Die nacht was Henry De Strooper nogal laat gaan slapen, waardoor hij in zijn lichte slaap ontwaakte toen hij rond 01.30u. ontploffingen in de lucht hoorde (nu we weten dat Rath zijn overwinning om 01.32 u. claimde, weten we dat deze ooggetuige het in 1992 bij het rechte eind had). De tuinbouwersfamilie snelde naar buiten...

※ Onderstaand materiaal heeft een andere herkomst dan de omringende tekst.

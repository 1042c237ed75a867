import { describe, expect, it } from 'vitest';
import { addRing } from '../../server/src/engine/axisymmetric/ring';
import { integrateCurve, type KernelAdd } from '../../server/src/engine/planar/bem2d';
import { arcCurve, lineCurve, splitPiece, type Piece } from '../../server/src/engine/planar/elements';
import { lineChargeKernel } from '../../server/src/engine/planar/solve';
import { buildTree, setDensities, treeEvaluate } from '../../server/src/engine/planar/treecode2d';

const pieces: Piece[] = [
  { ...lineCurve(0, 0, 1, 0), electrode: 0, thin: true, gradeStart: false, gradeEnd: true },
  { ...arcCurve(0, 2, 0.5, -Math.PI / 2, Math.PI / 2), electrode: 1, thin: false, gradeStart: false, gradeEnd: false },
  { ...lineCurve(0.2, -1, 3, -1.2), electrode: 2, thin: true, gradeStart: true, gradeEnd: true },
];

function compare(kernel: KernelAdd): { phi: number; field: number } {
  const elements = pieces.flatMap((p) => splitPiece(p, 0.02));
  const tau = Float64Array.from(elements, (_, i) => 1 + 0.8 * Math.sin(0.37 * i));
  const tree = buildTree(elements);
  setDensities(tree, tau);
  let phi = 0, field = 0;
  for (let k = 0; k < 40; k++) {
    // A fixed scatter of targets over the scene, some close to the elements.
    const x = 0.05 + 2.9 * ((k * 0.618034) % 1), y = -1.9 + 4.6 * ((k * 0.414214) % 1);
    const fast = new Float64Array(3), direct = new Float64Array(3);
    treeEvaluate(tree, kernel, x, y, fast);
    elements.forEach((el, j) => integrateCurve(el, 0, el.length, x, y, kernel, tau[j], true, direct));
    phi = Math.max(phi, Math.abs(fast[0] - direct[0]) / Math.abs(direct[0]));
    field = Math.max(field, Math.hypot(fast[1] - direct[1], fast[2] - direct[2]) / Math.hypot(direct[1], direct[2]));
  }
  return { phi, field };
}

describe('2d treecode (barycentric Lagrange proxies) against the direct sum', () => {
  // Reference: the engine's own direct summation with adaptive quadrature (style.md: test the fast
  // method against the clear O(N²) one). Wang, Krasny and Tlupova (2020) report errors of this order
  // for 8 points per side at θ = 0.5.
  it('agrees for the ring kernel to 1e-5 in potential and field', () => {
    const e = compare(addRing);
    expect(e.phi).toBeLessThan(1e-5);
    expect(e.field).toBeLessThan(1e-5);
  });
  it('agrees for the line-charge kernel to 1e-5 in potential and field', () => {
    const e = compare(lineChargeKernel(1));
    expect(e.phi).toBeLessThan(1e-5);
    expect(e.field).toBeLessThan(1e-5);
  });
});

“Tegen een stalmuur stond een brandend gedeelte van een linkervleugel met daaraan een reusachtige motor. Voor het huis was een boomgaard, met daarin omgehakte bomen. Daar was een brandstoftank gevallen, waarop een brandbom gevallen was. Een twintigtal meter verder lag een binnenmotor. Onze schuur werd door een brandbom geheel vernield. Het grootste gedeelte lag echter niet ver van de Sint-Jozefshoeve, de romp met daarin een vijftal verkoolde lichamen. Een zesde ongelukkige wist nog te springen, maar bleef met zijn parachute aan de staart hangen, en werd met het brandende vliegtuig tegen de grond geslagen.”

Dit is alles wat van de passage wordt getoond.